• [Task details] Given the records below, would you repeat exactly the lines that begin at the one containing "walk against the" and end at the one containing "const random = randomStream(4);", inclusive?

Segment Open

// POST: a signed-in buyer (or groomer) opens the payment provider's hosted checkout for a
// published listing; the price comes from the database. 403 own-listing, 409 already-owned.
import { startCheckout } from '@/lib/market/checkout';
import { marketData, marketHandler, pathId } from '@/lib/market/http';

export type CheckoutResponse = { url: string; sessionId: string };

export function POST(_request: Request, { params }: { params: Promise<{ id: string }> }) {
  return marketHandler(['buyer', 'groomer'], async (actor) => {
    const { url, sessionId } = await startCheckout(actor, await pathId(params, 'id', 'listing'));
    return marketData<CheckoutResponse>({ url, sessionId });
  });
}
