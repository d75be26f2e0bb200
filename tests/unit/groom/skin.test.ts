import { BufferAttribute, BufferGeometry, Vector3 } from 'three';
import { MeshBVH } from 'three-mesh-bvh';
import { describe, expect, it } from 'vitest';
import { buildTopology } from '@/lib/field';
import { genusTwoSurface, torus } from '@/tests/fixtures/shapes';
import { buildSkin, SKIN_QUERY_SIZE } from '@/lib/groom/place/skin';
import { randomStream } from '@/lib/groom/grow/random';

describe('skin index', () => {
  it('finds the same closest distance as three-mesh-bvh’s own closest-point query', () => {
    // lib/groom walks three-mesh-bvh's packed hierarchy itself; this guards that walk against the
    // library's own query (and against a change of its node layout).
    const mesh = genusTwoSurface({ resolution: 3 });
    const skin = buildSkin(mesh, buildTopology(mesh));
    const geometry = new BufferGeometry();
    geometry.setAttribute('position', new BufferAttribute(Float32Array.from(mesh.positions), 3));
    geometry.setIndex(new BufferAttribute(Uint32Array.from(mesh.triangles), 1));
    const reference = new MeshBVH(geometry);
    const random = randomStream(4);
    const out = new Float64Array(SKIN_QUERY_SIZE);
    for (let i = 0; i < 500; i++) {
      const q = new Vector3(6 * random() - 3, 4 * random() - 2, 2 * random() - 1);
      const expected = reference.closestPointToPoint(q)!;
      expect(skin.closest(q.x, q.y, q.z, 10, out)).toBe(true);
      // three-mesh-bvh works in float32, lib/groom in float64.
      expect(Math.abs(out[6])).toBeCloseTo(expected.distance, 5);
    }
  });

  it('tells inside from outside by the pseudo-normal, near faces, edges and corners alike', () => {
    const mesh = torus(2, 0.7, 24, 12);
    const skin = buildSkin(mesh, buildTopology(mesh));
    const out = new Float64Array(SKIN_QUERY_SIZE);
    const random = randomStream(9);
    for (let i = 0; i < 2000; i++) {
      const x = 6 * random() - 3, y = 6 * random() - 3, z = 2 * random() - 1;
      // Distance to the smooth torus's core circle; the mesh is inscribed, so keep a margin.
      const tube = Math.hypot(Math.hypot(x, y) - 2, z);
      if (Math.abs(tube - 0.7) < 0.08) continue;
      expect(skin.closest(x, y, z, 10, out)).toBe(true);
      expect(out[6] < 0).toBe(tube < 0.7);
    }
  });
});
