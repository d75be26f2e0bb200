import { validateBytes } from 'gltf-validator';
import { LineSegments, type BufferGeometry } from 'three';
import { OBJLoader } from 'three/examples/jsm/loaders/OBJLoader.js';
import { USDAParser } from 'three/examples/jsm/loaders/usd/USDAParser.js';
import { describe, expect, it } from 'vitest';
import { writeExport } from '@/lib/groom/export/write';
import { objGroupNames, OBJ_ROOT_RECORD, OBJ_SET_RECORD } from '@/lib/groom/export/obj';
import { usdPrimNames } from '@/lib/groom/export/usda';
import { previewGuides } from '@/lib/groom/export/preview';
import { coatFacts } from '@/lib/groom/grow/coat-facts';
import { icosphere } from '@/tests/fixtures/shapes';
import { groomOn, readGlb, withGroups } from './support';

// Two sets on the unit sphere, Z up (so the glTF's axis turn is exercised), with names that are no
// valid prim names as they stand: a space, and a leading digit.
const mesh = withGroups(icosphere(3, 1), ['north', 'south'], (_x, _y, z) => (z >= 0 ? 0 : 1));
const made = groomOn(mesh, {
  specVersion: 3,
  units: 'cm',
  upAxis: 'z',
  field: { singularities: [{ point: [0, 0, 1], index: 1 }, { point: [0, 0, -1], index: 1 }] },
  guideSets: [
    { name: 'crown tufts', region: { groups: ['north'] }, guides: { count: 120, length: 0.3, pointsPerGuide: 6, seed: 2, hairsPerGuide: 40 } },
    { name: '2nd coat', region: { groups: ['south'] }, guides: { count: 80, length: 0.9, pointsPerGuide: 6, seed: 3 } },
  ],
});
const [crown, second] = made.guides.sets!;
const n = made.guides.pointsPerGuide;

describe('guide sets in the exports', () => {
  it('makes valid, distinct prim and group names', () => {
    // OpenUSD identifiers: [A-Za-z_][A-Za-z0-9_]* (OpenUSD's SdfPath rules for prim names).
    expect(usdPrimNames(['crown tufts', '2nd coat', 'crown_tufts', 'é'])).toEqual(['crown_tufts', '_2nd_coat', 'crown_tufts_2', '_']);
    expect(objGroupNames(['crown tufts', 'crown_tufts', ' '])).toEqual(['crown_tufts', 'crown_tufts_2', '_']);
  });

  it('writes each set as its own BasisCurves prim under /Groom/Guides, read back by three.js’s USDAParser', () => {
    const usda = writeExport('usda', made, { withSurface: true }) as string;
    // three/examples/jsm/loaders/usd/USDAParser.js (r187), an independent USDA reader.
    const { specsByPath } = new USDAParser().parseData(usda);
    const at = (path: string, name: string) => specsByPath[`${path}.${name}`]?.fields.default;
    expect(specsByPath['/Groom/Guides'].fields.typeName).toBe('Scope');
    for (const [path, set, length] of [['/Groom/Guides/crown_tufts', crown, 0.3], ['/Groom/Guides/_2nd_coat', second, 0.9]] as const) {
      expect(specsByPath[path].fields.typeName).toBe('BasisCurves');
      expect(at(path, 'whorlwind:guideSet')).toBe(set.name);
      // UsdGeomBasisCurves: curveVertexCounts has one entry per curve and sums to the points.
      const counts = at(path, 'curveVertexCounts') as number[];
      expect(counts).toHaveLength(set.count);
      expect((at(path, 'points') as number[]).length).toBe(3 * n * set.count);
      expect((at(path, 'primvars:whorlwind:guideId') as number[]).length).toBe(set.count);
      expect(at(path, 'primvars:hairsPerGuide')).toBe(set.hairsPerGuide);
      // The set's own points, in order: its first guide's root and last guide's tip.
      const points = at(path, 'points') as number[];
      const g = made.guides.points;
      for (const [written, own] of [[0, 3 * n * set.first], [points.length - 3, 3 * n * (set.first + set.count) - 3]]) {
        for (let k = 0; k < 3; k++) expect(points[written + k]).toBeCloseTo(g[own + k], 5);
      }
      const lengths = at(path, 'primvars:whorlwind:length') as number[];
      expect(lengths.reduce((s, x) => s + x, 0) / lengths.length).toBeGreaterThan(0.8 * length);
    }
    // The curves point at the surface written beside them.
    expect(specsByPath['/Groom/Surface'].fields.typeName).toBe('Mesh');
  });

  it('writes each set as its own node and mesh, named by the set, that pass the Khronos validator', async () => {
    for (const format of ['gltf', 'glb'] as const) {
      const bytes = writeExport(format, made, { withSurface: true }) as Uint8Array;
      const report = await validateBytes(bytes, { format, maxIssues: 0 });
      expect(report.issues.messages.filter((m) => m.severity <= 1)).toEqual([]);
    }
    const { json, values } = readGlb(writeExport('glb', made, { withSurface: true }) as Uint8Array);
    expect(json.nodes.map((node: { name: string }) => node.name)).toEqual(['crown tufts', '2nd coat', 'Surface']);
    for (const [i, set] of [crown, second].entries()) {
      const mesh = json.meshes[i];
      expect(mesh.name).toBe(set.name);
      expect(mesh.extras).toMatchObject({ guideCount: set.count, hairsPerGuide: set.hairsPerGuide, whorlwind: { guideSet: set.name } });
      expect(json.accessors[mesh.primitives[0].attributes.POSITION].count).toBe(n * set.count);
      const ids = values(mesh.extras.whorlwind.binding.guideId);
      expect(ids).toEqual(Array.from(made.guides.guideId.slice(set.first, set.first + set.count)));
      // surfaceTriangle is the set's own guides' faces.
      expect(values(mesh.extras.whorlwind.binding.surfaceTriangle)).toEqual(Array.from(made.guides.rootFace.slice(set.first, set.first + set.count)));
    }
  });

  it('writes each set as an OBJ group, read back by three.js’s OBJLoader, with a record per set', () => {
    const obj = writeExport('obj', made, {}) as string;
    const group = new OBJLoader().parse(obj);
    // three's OBJLoader starts an object at each `g` line and names it by the group.
    const lines = group.children.filter((c): c is LineSegments => c instanceof LineSegments);
    expect(lines.map((c) => c.name)).toEqual(['crown_tufts', '2nd_coat']);
    lines.forEach((c, i) => expect(((c.geometry as BufferGeometry).getAttribute('position').count)).toBe(2 * (n - 1) * [crown, second][i].count));
    const records = obj.split('\n').filter((l) => l.startsWith(`${OBJ_SET_RECORD} `));
    expect(records).toEqual([`${OBJ_SET_RECORD} crown_tufts 0 120 "crown tufts"`, `${OBJ_SET_RECORD} 2nd_coat 120 80 "2nd coat"`]);
    expect(obj.split('\n').filter((l) => l.startsWith(`${OBJ_ROOT_RECORD} `))).toHaveLength(200);
  });

  it('previews a share of every set, not only the first', () => {
    const preview = previewGuides(made.guides, { share: 0.1, pointsPerGuide: 2, maxGuides: 1000 });
    expect(preview.count).toBe(12 + 8);
    // The 13th kept guide is the second set's first (its lowest id): its root, as written.
    for (let k = 0; k < 3; k++) expect(preview.points[3 * 2 * 12 + k]).toBe(made.guides.points[3 * n * second.first + k]);
    expect(previewGuides(made.guides, { share: 1, pointsPerGuide: 2, maxGuides: 100 }).count).toBe(60 + 40);
  });

  it('states the coat over all its sets', () => {
    const facts = coatFacts(made.surface, made.spec, made.guides);
    // Both halves: the whole icosphere (area within 1 % of 4π for level 3, from its own faces).
    const whole = made.surface.faceArea.reduce((s, a) => s + a, 0);
    expect(facts.growthAreaSquareCm).toBeCloseTo(whole, 10);
    expect(facts.hairsPerGuide).toBeCloseTo((120 * 40 + 80 * 100) / 200, 12);
    expect(facts.length.combed).toBeCloseTo((120 * 0.3 + 80 * 0.9) / 200, 12);
    expect(facts.regions).toEqual(['north', 'south']);
  });
});
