// A guide set grown on the side of a parting, carried onto another surface (lib/groom/README.md,
// "Guide sets", Transfer): its `from` place travels like every other place (by polygon, UV or
// alignment), the report lists it, and the side it names on the new surface is the side it named.
import { describe, expect, it } from 'vitest';
import { parseGroomSpec, prepareGroomSurface, transferReportText, transferSpec, withoutUv, type GroomSpec } from '@/lib/groom';
import { setRegionMask } from '@/lib/groom/place/set-region';
import { anchorFeatures, placeFeatures, withSurfacePositions } from '@/lib/groom/transfer/features';
import { transferSphere, type TransferSphere } from '@/tests/fixtures/transfer-sphere';

type Vec3 = [number, number, number];
const RINGS = 16, SEGMENTS = 24;
// The equator of transferSphere (ring 8 of 16), every other vertex: a closed parting that cuts the sphere in two.
const equator = Array.from({ length: 12 }, (_x, k): Vec3 => [Math.cos((k * Math.PI) / 6), Math.sin((k * Math.PI) / 6), 0]);
const a = transferSphere(RINGS, SEGMENTS);
const side = (sphere: TransferSphere, uv = true) => ({ surface: prepareGroomSurface(sphere.mesh), identity: uv ? sphere.identity : withoutUv(sphere.identity) });

function capSpec(from: Record<string, unknown>): GroomSpec {
  return parseGroomSpec({
    specVersion: 3,
    units: 'cm',
    upAxis: 'z',
    field: { singularities: [{ point: [0, 0, 1], index: 1 }, { point: [0, 0, -1], index: 1 }], partings: [{ points: equator, closed: true }] },
    guideSets: [
      { name: 'crown', region: { partings: [0], from }, guides: { density: 20 } },
      { name: 'everywhere', guides: { density: 5 } },
    ],
  });
}

/** The z of each face's centroid on the unit sphere the file was made from (`unit`: the same sphere, neither moved nor bent). */
function centroidHeights(unit: TransferSphere): number[] {
  const p = unit.mesh.positions, t = unit.mesh.triangles;
  return Array.from({ length: t.length / 3 }, (_x, f) => (p[3 * t[3 * f] + 2] + p[3 * t[3 * f + 1] + 2] + p[3 * t[3 * f + 2] + 2]) / 3);
}

function sideOf(spec: GroomSpec, sphere: TransferSphere): Uint8Array {
  return setRegionMask(prepareGroomSurface(sphere.mesh), spec, spec.guideSets![0].region, 'guideSets[0].region');
}

describe('the side of a parting carried onto another surface', () => {
  const spec = capSpec({ point: [0.3, 0.1, 0.9] });

  it('by polygon on a sculpt pass: the `from` place lands in the same polygon, and the side holds the same faces', () => {
    const sculpted = transferSphere(RINGS, SEGMENTS, { sculpt: ([x, y, z]) => [1.2 * x, y, 0.8 * z + 0.1 * x * x] });
    const { spec: carried, report } = transferSpec(spec, side(a), side(sculpted));
    expect(report.method).toBe('topology');
    const feature = report.features.find((f) => f.path === 'guideSets[0].region.from')!;
    expect(feature).toMatchObject({ kind: 'parting side' });
    expect(feature.to).not.toBeNull();
    expect(report.notCarried).toEqual([]);
    const region = carried.guideSets![0].region;
    expect(region.partings).toEqual([0]);
    expect(region.from!.surface!.polygon).toBe(withSurfacePositions(spec, side(a).surface, a.identity).guideSets![0].region.from!.surface!.polygon);
    expect(Array.from(sideOf(carried, sculpted))).toEqual(Array.from(sideOf(spec, a)));
    expect(transferReportText(report)).toMatch(/guideSets\[0\]\.region\.from\s+parting side\s+→/);
  });

  it('by UV onto other triangles, and by alignment onto a moved copy: the side is still the northern cap', () => {
    const other = { split: 'bc' as const, asTriangles: true, shift: 5 };
    const byUv = transferSphere(RINGS, SEGMENTS, { ...other, sculpt: ([x, y, z]) => [x + 0.3 * z * z, y, z] });
    const moved = transferSphere(RINGS, SEGMENTS, { ...other, scale: 2, translation: [1, -2, 0.5] });
    const heights = centroidHeights(transferSphere(RINGS, SEGMENTS, other));
    for (const [to, uv, method] of [[byUv, true, 'uv'], [moved, false, 'alignment']] as const) {
      const { spec: carried, report } = transferSpec(spec, side(a, uv), side(to, uv));
      expect(report.method).toBe(method);
      expect(report.notCarried).toEqual([]);
      const faces = sideOf(carried, to);
      // The parting follows the equator's edges, so the side is exactly the faces north of it.
      heights.forEach((z, f) => expect(faces[f]).toBe(z > 0 ? 1 : 0));
    }
  });

  it('keeps a `from` vertex a vertex on the same polygons', () => {
    const byVertex = capSpec({ vertex: 0 });
    const sculpted = transferSphere(RINGS, SEGMENTS, { sculpt: ([x, y, z]) => [x, 1.1 * y, z] });
    const { spec: carried } = transferSpec(byVertex, side(a), side(sculpted));
    expect(carried.guideSets![0].region.from).toMatchObject({ vertex: 0 });
  });

  it('grows on the whole surface, and says so, when its place or every parting of it is left behind; later partings renumbered', () => {
    // Placed by hand (placeFeatures is what transferSpec writes the carried spec with).
    const twoPartings = parseGroomSpec({
      ...capSpec({ point: [0.3, 0.1, 0.9] }),
      field: { ...spec.field, partings: [{ points: [[0, -1, 0], [0, 0, -1]], closed: false }, ...spec.field.partings] },
      guideSets: [{ name: 'crown', region: { partings: [1], from: { point: [0.3, 0.1, 0.9] } } }],
    });
    const features = anchorFeatures(twoPartings, side(a).surface, a.identity);
    const landed = features.map((f) => ({ point: f.point, position: f.position }));
    const withoutFirst = placeFeatures(twoPartings, features, landed, new Set(['field.partings[0]']));
    expect(withoutFirst.spec.guideSets![0].region).toMatchObject({ partings: [0] });
    expect(withoutFirst.droppedSides).toEqual([]);
    const fromLost = placeFeatures(twoPartings, features, features.map((f, i) => (f.kind === 'parting side' ? null : landed[i])), new Set());
    expect(fromLost.spec.guideSets![0].region).toEqual({ groups: [] });
    expect(fromLost.droppedSides).toEqual([{ path: 'guideSets[0].region', reason: 'its place on the side (region.from) could not be carried, so the set grows on the whole surface' }]);
    const partingLost = placeFeatures(twoPartings, features, landed, new Set(['field.partings[1]']));
    expect(partingLost.droppedSides[0].reason).toBe('its parting was left out, so the set grows on the whole surface');
    expect(() => parseGroomSpec(partingLost.spec)).not.toThrow();
  });
});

Segment Closed

• [Expected answer]
    // lib/groom walks three-mesh-bvh's packed hierarchy itself; this guards that walk against the
    // library's own query (and against a change of its node layout).
    const mesh = genusTwoSurface({ resolution: 3 });
    const skin = buildSkin(mesh, buildTopology(mesh));
    const geometry = new BufferGeometry();
    geometry.setAttribute('position', new BufferAttribute(Float32Array.from(mesh.positions), 3));
    geometry.setIndex(new BufferAttribute(Uint32Array.from(mesh.triangles), 1));
    const reference = new MeshBVH(geometry);
    const random = randomStream(4);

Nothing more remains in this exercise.